» **EXERCISE**
Please copy each line below that contains the string "before".

---

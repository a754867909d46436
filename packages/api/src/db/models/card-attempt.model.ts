import { DataTypes, Model } from 'sequelize';
import type { CreationOptional, InferAttributes, InferCreationAttributes, Sequelize } from 'sequelize';

export class CardAttempt extends Model<InferAttributes<CardAttempt>, InferCreationAttributes<CardAttempt>> {
  declare id: string;
  declare jobId: string;
  declare amountCents: number;
  declare tipCents: CreationOptional<number>;
  declare state: CreationOptional<'open' | 'paid' | 'expired' | 'failed'>;
  declare providerRef: CreationOptional<string | null>;
  declare url: CreationOptional<string | null>;
  declare createdAt: Date;
  declare createdBy: CreationOptional<string | null>;
  declare settledAt: CreationOptional<Date | null>;
}

export function initCardAttempt(sequelize: Sequelize): void {
  CardAttempt.init(
    {
      id: { type: DataTypes.UUID, primaryKey: true },
      jobId: { type: DataTypes.UUID, allowNull: false },
      amountCents: { type: DataTypes.BIGINT, allowNull: false },
      tipCents: { type: DataTypes.BIGINT },
      state: { type: DataTypes.TEXT },
      providerRef: { type: DataTypes.TEXT, allowNull: true },
      url: { type: DataTypes.TEXT, allowNull: true },
      createdAt: { type: DataTypes.DATE, allowNull: false },
      createdBy: { type: DataTypes.UUID, allowNull: true },
      settledAt: { type: DataTypes.DATE, allowNull: true },
    },
    { sequelize, modelName: 'CardAttempt', tableName: 'card_attempts', underscored: true, timestamps: false },
  );
}
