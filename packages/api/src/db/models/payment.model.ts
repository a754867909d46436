import { DataTypes, Model } from 'sequelize';
import type { CreationOptional, InferAttributes, InferCreationAttributes, Sequelize } from 'sequelize';
import type { PaymentMethod } from '@driprail/shared/contracts/bill.dto';

export class Payment extends Model<InferAttributes<Payment>, InferCreationAttributes<Payment>> {
  declare id: string;
  declare jobId: string;
  declare method: PaymentMethod;
  declare amountCents: number;
  declare receivedAt: Date;
  declare recordedAt: Date;
  declare recordedBy: CreationOptional<string | null>;
  declare personId: CreationOptional<string | null>;
  declare reference: CreationOptional<string>;
  declare attemptId: CreationOptional<string | null>;
  declare providerRef: CreationOptional<string | null>;
}

export function initPayment(sequelize: Sequelize): void {
  Payment.init(
    {
      id: { type: DataTypes.UUID, primaryKey: true },
      jobId: { type: DataTypes.UUID, allowNull: false },
      method: { type: DataTypes.TEXT, allowNull: false },
      amountCents: { type: DataTypes.BIGINT, allowNull: false },
      receivedAt: { type: DataTypes.DATE, allowNull: false },
      recordedAt: { type: DataTypes.DATE, allowNull: false },
      recordedBy: { type: DataTypes.UUID, allowNull: true },
      personId: { type: DataTypes.UUID, allowNull: true },
      reference: { type: DataTypes.TEXT },
      attemptId: { type: DataTypes.UUID, allowNull: true },
      providerRef: { type: DataTypes.TEXT, allowNull: true },
    },
    { sequelize, modelName: 'Payment', tableName: 'payments', underscored: true, timestamps: false },
  );
}
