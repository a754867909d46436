import { DataTypes, Model } from 'sequelize';
import type { CreationOptional, InferAttributes, InferCreationAttributes, Sequelize } from 'sequelize';
import type { EntrySpan } from '@driprail/shared/contracts/hours.contract';

export class ClockRequest extends Model<InferAttributes<ClockRequest>, InferCreationAttributes<ClockRequest>> {
  declare id: string;
  declare personId: string;
  declare entryId: CreationOptional<string | null>;
  declare direction: 'asked' | 'proposed';
  declare userId: string;
  declare at: Date;
  declare before: CreationOptional<object | null>;
  declare after: EntrySpan;
  declare reason: string;
  declare state: CreationOptional<'open' | 'agreed' | 'refused'>;
  declare decidedBy: CreationOptional<string | null>;
  declare decidedAt: CreationOptional<Date | null>;
  declare answer: CreationOptional<string>;
}

export function initClockRequest(sequelize: Sequelize): void {
  ClockRequest.init(
    {
      id: { type: DataTypes.UUID, primaryKey: true },
      personId: { type: DataTypes.UUID, allowNull: false },
      entryId: { type: DataTypes.UUID, allowNull: true },
      direction: { type: DataTypes.TEXT, allowNull: false },
      userId: { type: DataTypes.UUID, allowNull: false },
      at: { type: DataTypes.DATE, allowNull: false },
      before: { type: DataTypes.JSONB, allowNull: true },
      after: { type: DataTypes.JSONB, allowNull: false },
      reason: { type: DataTypes.TEXT, allowNull: false },
      state: { type: DataTypes.TEXT },
      decidedBy: { type: DataTypes.UUID, allowNull: true },
      decidedAt: { type: DataTypes.DATE, allowNull: true },
      answer: { type: DataTypes.TEXT },
    },
    { sequelize, modelName: 'ClockRequest', tableName: 'clock_requests', underscored: true, timestamps: false },
  );
}
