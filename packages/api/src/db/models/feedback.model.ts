import { DataTypes, Model } from 'sequelize';
import type { CreationOptional, InferAttributes, InferCreationAttributes, Sequelize } from 'sequelize';

export class Feedback extends Model<InferAttributes<Feedback>, InferCreationAttributes<Feedback>> {
  declare jobId: string;
  declare stars: number;
  declare words: CreationOptional<string>;
  declare givenAt: Date;
}

export function initFeedback(sequelize: Sequelize): void {
  Feedback.init(
    {
      jobId: { type: DataTypes.UUID, primaryKey: true },
      stars: { type: DataTypes.INTEGER, allowNull: false },
      words: { type: DataTypes.TEXT },
      givenAt: { type: DataTypes.DATE, allowNull: false },
    },
    { sequelize, modelName: 'Feedback', tableName: 'feedback', underscored: true, timestamps: false },
  );
}
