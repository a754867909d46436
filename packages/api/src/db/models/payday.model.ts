import { DataTypes, Model } from 'sequelize';
import type { CreationOptional, InferAttributes, InferCreationAttributes, Sequelize } from 'sequelize';

export class Payday extends Model<InferAttributes<Payday>, InferCreationAttributes<Payday>> {
  declare id: string;
  declare paysOn: string;
  declare note: CreationOptional<string>;
  declare madeBy: string;
  declare madeAt: Date;
  declare handedOverAt: CreationOptional<Date | null>;
  declare handedOverBy: CreationOptional<string | null>;
  declare version: CreationOptional<number>;
}

export function initPayday(sequelize: Sequelize): void {
  Payday.init(
    {
      id: { type: DataTypes.UUID, primaryKey: true },
      paysOn: { type: DataTypes.DATEONLY, allowNull: false },
      note: { type: DataTypes.TEXT },
      madeBy: { type: DataTypes.UUID, allowNull: false },
      madeAt: { type: DataTypes.DATE, allowNull: false },
      handedOverAt: { type: DataTypes.DATE, allowNull: true },
      handedOverBy: { type: DataTypes.UUID, allowNull: true },
      version: { type: DataTypes.INTEGER },
    },
    { sequelize, modelName: 'Payday', tableName: 'paydays', underscored: true, timestamps: false },
  );
}
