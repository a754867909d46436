import { DataTypes, Model } from 'sequelize';
import type { CreationOptional, InferAttributes, InferCreationAttributes, Sequelize } from 'sequelize';

export class CreditNote extends Model<InferAttributes<CreditNote>, InferCreationAttributes<CreditNote>> {
  declare id: string;
  declare number: number;
  declare invoiceId: string;
  declare reasonId: CreationOptional<string | null>;
  declare note: CreationOptional<string>;
  declare netCents: number;
  declare taxCents: number;
  declare issuedAt: Date;
  declare issuedBy: string;
}

export function initCreditNote(sequelize: Sequelize): void {
  CreditNote.init(
    {
      id: { type: DataTypes.UUID, primaryKey: true },
      number: { type: DataTypes.INTEGER, allowNull: false },
      invoiceId: { type: DataTypes.UUID, allowNull: false },
      reasonId: { type: DataTypes.UUID, allowNull: true },
      note: { type: DataTypes.TEXT },
      netCents: { type: DataTypes.BIGINT, allowNull: false },
      taxCents: { type: DataTypes.BIGINT, allowNull: false },
      issuedAt: { type: DataTypes.DATE, allowNull: false },
      issuedBy: { type: DataTypes.UUID, allowNull: false },
    },
    { sequelize, modelName: 'CreditNote', tableName: 'credit_notes', underscored: true, timestamps: false },
  );
}
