import { DataTypes, Model } from 'sequelize';
import type { CreationOptional, InferAttributes, InferCreationAttributes, Sequelize } from 'sequelize';
import type { ClockKindName } from '@driprail/shared/domain/time/clock-kinds';
import type { RateKind } from '@driprail/shared/domain/pay/pay-week.types';

export class PayRate extends Model<InferAttributes<PayRate>, InferCreationAttributes<PayRate>> {
  declare id: string;
  declare kind: RateKind;
  declare personId: CreationOptional<string | null>;
  declare serviceId: CreationOptional<string | null>;
  declare clockKind: CreationOptional<ClockKindName | null>;
  declare value: string;
  declare startsOn: string;
  declare setBy: CreationOptional<string | null>;
}

export function initPayRate(sequelize: Sequelize): void {
  PayRate.init(
    {
      id: { type: DataTypes.UUID, primaryKey: true },
      kind: { type: DataTypes.TEXT, allowNull: false },
      personId: { type: DataTypes.UUID, allowNull: true },
      serviceId: { type: DataTypes.UUID, allowNull: true },
      clockKind: { type: DataTypes.TEXT, allowNull: true },
      value: { type: DataTypes.DECIMAL(14, 6), allowNull: false },
      startsOn: { type: DataTypes.DATEONLY, allowNull: false },
      setBy: { type: DataTypes.UUID, allowNull: true },
    },
    { sequelize, modelName: 'PayRate', tableName: 'pay_rates', underscored: true, timestamps: false },
  );
}
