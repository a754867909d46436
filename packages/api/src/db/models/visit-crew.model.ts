import { DataTypes, Model } from 'sequelize';
import type { CreationOptional, InferAttributes, InferCreationAttributes, Sequelize } from 'sequelize';

export class VisitCrew extends Model<InferAttributes<VisitCrew>, InferCreationAttributes<VisitCrew>> {
  declare visitId: string;
  declare personId: string;
  declare position: number;
  declare weight: CreationOptional<number>;
  declare isTrainee: CreationOptional<boolean>;
}

export function initVisitCrew(sequelize: Sequelize): void {
  VisitCrew.init(
    {
      visitId: { type: DataTypes.UUID, primaryKey: true },
      personId: { type: DataTypes.UUID, primaryKey: true },
      position: { type: DataTypes.INTEGER, allowNull: false },
      weight: { type: DataTypes.INTEGER },
      isTrainee: { type: DataTypes.BOOLEAN },
    },
    { sequelize, modelName: 'VisitCrew', tableName: 'visit_crew', underscored: true, timestamps: false },
  );
}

---

» **ANSWER FOR THIS EXERCISE**
  declare before: CreationOptional<object | null>;
      before: { type: DataTypes.JSONB, allowNull: true },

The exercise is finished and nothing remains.